__Exercise instructions__
Give again, word for word, every line in the entries below from the line with "describe, expect, it" up to and including the line with "const polysift = (args: string[])", and no other line.

(Source records)
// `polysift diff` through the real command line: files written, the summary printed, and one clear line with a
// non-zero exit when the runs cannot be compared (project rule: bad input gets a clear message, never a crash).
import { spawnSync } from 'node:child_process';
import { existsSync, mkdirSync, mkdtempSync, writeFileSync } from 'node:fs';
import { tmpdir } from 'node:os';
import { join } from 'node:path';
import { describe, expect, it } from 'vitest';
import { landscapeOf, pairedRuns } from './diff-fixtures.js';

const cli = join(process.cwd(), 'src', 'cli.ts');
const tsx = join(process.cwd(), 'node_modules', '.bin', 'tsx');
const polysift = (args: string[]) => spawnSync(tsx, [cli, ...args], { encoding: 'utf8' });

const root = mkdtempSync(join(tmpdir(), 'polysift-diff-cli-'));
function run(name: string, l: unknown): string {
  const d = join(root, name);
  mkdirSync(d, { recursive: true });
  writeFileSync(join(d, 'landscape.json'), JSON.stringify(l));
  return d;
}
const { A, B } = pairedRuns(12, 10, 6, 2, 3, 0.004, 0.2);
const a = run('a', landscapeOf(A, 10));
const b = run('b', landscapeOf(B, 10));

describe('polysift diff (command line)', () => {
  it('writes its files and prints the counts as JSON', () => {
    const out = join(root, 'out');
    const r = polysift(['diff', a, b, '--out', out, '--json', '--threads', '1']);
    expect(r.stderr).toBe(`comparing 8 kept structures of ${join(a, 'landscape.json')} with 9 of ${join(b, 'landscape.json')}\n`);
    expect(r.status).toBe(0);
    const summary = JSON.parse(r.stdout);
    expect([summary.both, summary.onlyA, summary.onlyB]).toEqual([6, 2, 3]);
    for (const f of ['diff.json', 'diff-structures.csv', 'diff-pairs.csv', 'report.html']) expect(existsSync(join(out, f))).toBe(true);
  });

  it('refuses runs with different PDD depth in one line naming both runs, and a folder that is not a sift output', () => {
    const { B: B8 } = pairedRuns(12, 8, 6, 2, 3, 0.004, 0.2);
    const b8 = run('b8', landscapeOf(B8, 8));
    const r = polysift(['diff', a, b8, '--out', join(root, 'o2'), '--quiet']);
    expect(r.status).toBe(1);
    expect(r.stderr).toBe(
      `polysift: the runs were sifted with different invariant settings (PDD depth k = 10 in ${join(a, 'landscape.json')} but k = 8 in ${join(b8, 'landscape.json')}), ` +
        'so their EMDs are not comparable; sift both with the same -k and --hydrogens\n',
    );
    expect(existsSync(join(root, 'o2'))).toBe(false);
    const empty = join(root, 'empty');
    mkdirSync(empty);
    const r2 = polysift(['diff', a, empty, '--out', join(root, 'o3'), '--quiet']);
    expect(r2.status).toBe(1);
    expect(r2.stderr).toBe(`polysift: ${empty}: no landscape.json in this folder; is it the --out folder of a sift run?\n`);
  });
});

__Finished task__
import { describe, expect, it } from 'vitest';
import { landscapeOf, pairedRuns } from './diff-fixtures.js';

const cli = join(process.cwd(), 'src', 'cli.ts');
const tsx = join(process.cwd(), 'node_modules', '.bin', 'tsx');
const polysift = (args: string[]) => spawnSync(tsx, [cli, ...args], { encoding: 'utf8' });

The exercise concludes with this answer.